Paris, PUF, 2020, 870 p., 35 €.


Par
Mustapha Harzoune journaliste
Rubrique
Champs libres : livres

« Au lieu de poser d’emblée la question du récit national qui fait l’objet d’affrontements idéologiques, La France en récits examine la manière dont les récits qui font la France se composent, se superposent, mais aussi s’opposent et s’affrontent. Au-delà de la diversité des lieux de mémoire, c’est à travers l’analyse de ces récits que l’on comprend comment se forge et se transforme l’identité de la France, à la fois une et divisée. » À la lecture de ce pavé dense et fertile, appelé à faire référence, la France pourrait se présenter comme une réponse à des équations à plusieurs inconnues et aux variables constantes et/ou mobiles. Elle pourrait aussi relever d’une géométrie de l’espace formé de cercles concentriques et centrifuges, configurés et reconfigurés à l’envie par l’Histoire et les Hommes, provoquant éloignements et rapprochements, tensions et relâchements, luttes et ententes, transformations et mutations, inclusions et exclusions, apparitions et disparitions, etc. Partant, UN récit ne suffirait pas à traduire le pays, comme UN moment à en faire l’histoire. Plus de soixante entrées, sans compter les introductions et conclusions de chapitres, et 62 auteurs, philosophes, sociologues, géographes, anthropologues… ne sont alors pas de trop pour appréhender ce qui est appelé ici « l’identité » de la France, en saisir les nombreuses facettes depuis ses permanences, elles-mêmes évolutives, ses fluctuations, contradictions, syncrétismes…

Si Michèle Tribalat ou Farhad Khosrokhavar remettent le couvert sur l’immigration ou sur les « musulmans » et les « Arabes », si Pascal Bruckner sert un plat idéologique et sans densité, l’enthousiasme et l’intérêt gagnent le lecteur à la lecture des contributions. Mais le miel de cet ouvrage collectif n’est pas dans une sorte de comptabilité en partie double qui irait, in fine, à contre-courant de ce projet gigantesque : exposer, au sens propre, quasi muséal, une partie, une partie seulement, des multiples récits qui disent – font ? – la France et ses habitants. Car on pourrait encore en ajouter, des thèmes, des moments et autres personnages historiques.

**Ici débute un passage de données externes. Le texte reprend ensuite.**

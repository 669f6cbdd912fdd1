import type { Nm } from '@/analysis';
import type { UnitStyle } from './quantities';

const TENTH_OF_A_FOOT: Nm = 30_480_000;
const CENTIMETRE: Nm = 10_000_000;

/**
 * What a place along the walk is called: in feet by 100-ft stations to a tenth (`0+74`, `1+07.3`), in metric by metres to a
 * centimetre (`22.55 m`). A name, not a measure: it is rounded, half away from zero.
 * @param at nm along the walk from its start, zero or more
 */
export function stationName(at: Nm, style: UnitStyle): string {
  if (style === 'metric') {
    const centimetres = Math.round(at / CENTIMETRE);
    return `${trimmed(Math.floor(centimetres / 100), centimetres % 100, 2)} m`;
  }
  const tenths = Math.round(at / TENTH_OF_A_FOOT);
  const feet = Math.floor(tenths / 10);
  const within = String(feet % 100).padStart(2, '0');
  return `${Math.floor(feet / 100)}+${trimmed(within, tenths % 10, 1)}`;
}

/** `whole.fraction` without the zeros that say nothing. */
function trimmed(whole: number | string, fraction: number, digits: number): string {
  const text = String(fraction).padStart(digits, '0').replace(/0+$/, '');
  return text === '' ? String(whole) : `${whole}.${text}`;
}
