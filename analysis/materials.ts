import { AnalysisError } from './analysis-error';
import { inRange, lengthFromZero, notNegative, positive, positiveLength } from './check-input';
import type { ShimPack } from './types';
import type { Nm } from './units';

/** Amounts that the search holds at once: a pack of shims is never so fine. */
const MOST_AMOUNTS = 200_000;
const MOST_SHIMS = 10_000;

function greatestCommonDivisor(a: Nm, b: Nm): Nm {
  return b === 0 ? a : greatestCommonDivisor(b, a % b);
}

function checkedThicknesses(thicknesses: readonly Nm[]): Nm[] {
  const sizes = [...new Set(thicknesses.map((thickness) => positiveLength('shim', thickness)))].sort((a, b) => b - a);
  if (sizes.length === 0) throw new AnalysisError('no-shims', 'There are no shims to choose from.');
  const odd = sizes.find((size) => !Number.isInteger(size));
  if (odd !== undefined) throw new AnalysisError('not-whole', `A shim is whole nanometres thick, got ${odd}.`, { value: odd });
  return sizes;
}

/** Fewest coins for every amount up to `most` units, and the last coin of each way; 0 coins for amount 0, none where unreachable. */
function fewestFor(most: number, coins: readonly number[]): { fewest: Float64Array; last: Int32Array } {
  const fewest = new Float64Array(most + 1).fill(Infinity);
  const last = new Int32Array(most + 1).fill(-1);
  fewest[0] = 0;
  for (let amount = 1; amount <= most; amount += 1) {
    for (const [index, coin] of coins.entries()) {
      const before = amount >= coin ? (fewest[amount - coin] ?? Infinity) : Infinity;
      if (before + 1 < (fewest[amount] ?? Infinity)) {
        fewest[amount] = before + 1;
        last[amount] = index;
      }
    }
  }
  return { fewest, last };
}

/**
 * The fewest shims that fill a gap to within half the thinnest of them, thickest first; of packs alike in number the closest, and of those
 * the thinner one. `rest` is the gap less the pack: negative when the pack stands proud, which it may by no more than that half.
 * @throws AnalysisError 'no-shims' | 'not-positive' | 'not-whole' | 'not-finite' | 'negative' | 'gap-too-deep' | 'shims-too-unlike'
 */
export function shimPack(gap: Nm, thicknesses: Nm[]): ShimPack {
  const space = lengthFromZero('gap', gap);
  const sizes = checkedThicknesses(thicknesses);
  const thickest = sizes[0] ?? 0;
  const half = (sizes.at(-1) ?? 0) / 2;
  if (space / thickest > MOST_SHIMS) throw new AnalysisError('gap-too-deep', 'No stack of shims is so deep.', { gap });
  const unit = sizes.reduce(greatestCommonDivisor);
  const coins = sizes.map((size) => size / unit);
  const widest = coins[0] ?? 1;
  // Among fewest shims, fewer than `widest` are not of the thickest kind: any `widest` of them hold some that add up to whole thickest ones.
  const searched = widest * widest + 2 * widest;
  const ahead = Math.max(0, Math.floor(space / thickest) - Math.floor(searched / widest) + 1);
  const left = space - ahead * thickest;
  const most = Math.floor((left + half) / unit);
  if (most > MOST_AMOUNTS)
    throw new AnalysisError('shims-too-unlike', 'These shims have no common measure to pack by.', { thicknesses });
  const { fewest, last } = fewestFor(most, coins);
  let chosen = -1;
  for (let amount = Math.max(0, Math.ceil((left - half) / unit)); amount <= most; amount += 1) {
    const count = fewest[amount] ?? Infinity;
    const best = chosen < 0 ? Infinity : (fewest[chosen] ?? Infinity);
    const closer = chosen >= 0 && Math.abs(left - amount * unit) < Math.abs(left - chosen * unit);
    if (count < best || (count === best && count < Infinity && closer)) chosen = amount;
  }
  const shims = Array.from({ length: ahead }, () => thickest);
  for (let amount = chosen; amount > 0;) {
    const size = sizes[last[amount] ?? -1];
    if (size === undefined) break;
    shims.push(size);
    amount -= size / unit;
  }
  shims.sort((a, b) => b - a);
  return { shims, rest: space - shims.reduce((sum, size) => sum + size, 0) };
}

export interface MaterialNeed {
  /** Cubic metres, without and with waste. */
  volume: number;
  withWaste: number;
  unit: string;
  /** Bags or cans to the fraction, and to buy. */
  exact: number;
  whole: number;
}

/** Rounding of a quotient must not buy a bag more. */
const SAME_COUNT = 1e-9;

/**
 * What to buy for a volume: whole bags or cans, rounded up, beside the exact figure.
 * @param volume cubic metres
 * @param options.yield cubic metres that one unit gives, as its label says
 * @param options.waste fraction lost, 0.1 for 10 %
 * @throws AnalysisError 'not-finite' | 'negative' | 'not-positive' | 'fraction-over-one' | 'out-of-range'
 */
export function materials(volume: number, options: { yield: number; waste: number; unit: string }): MaterialNeed {
  const net = notNegative('volume', volume);
  const waste = notNegative('waste', options.waste);
  if (waste > 1) throw new AnalysisError('fraction-over-one', 'Waste is a fraction of the volume: 0.1 for 10 %.', { waste });
  const withWaste = inRange('withWaste', net * (1 + waste));
  const exact = inRange('exact', withWaste / positive('yield', options.yield));
  const nearest = Math.round(exact);
  const whole = Math.abs(exact - nearest) <= SAME_COUNT * Math.max(1, nearest) ? nearest : Math.ceil(exact);
  return { volume: net, withWaste, unit: options.unit, exact, whole };
}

C’est dire à quel point les discours sur l’identité supposée du pays et des Français, servis à longueur de tribunes et de plateaux, ne sont pas seulement pauvres, ils sont aussi assassins (voir les contributions de Robert Maggiori et de Yves Charles Zarka).

L’identité n’est pas l’identique. Influencée par les travaux de Ricœur, Zarka renvoie, dans l’introduction générale, la définition de l’identité au « rapport de soi à soi, [au] travail de soi sur soi-même ». D’où l’importance non pas du récit mais des récits, qui laissent entendre d’autres voix et dissonances. Mais attention, ces récits ne condamnent pas un pays à l’éclatement : ces contradictions et désaccords, ces priorités, le jeu des « écarts », pour reprendre le concept forgé par François Jullien, sont aussi ce qui fonde le commun d’une histoire, le commun d’un peuple et d’une nation. Jusque dans la part indispensable de mythes et de fictions. D’où la place que tiennent les arts et les lettres. Si « l’intimité d’un peuple c’est sa littérature » (Amin Maalouf, Les dérèglements du monde, Grasset, 2009), il est bon de voir les écrivains contemporains mettre en récits la France moderne, à la fois ancienne et neuve.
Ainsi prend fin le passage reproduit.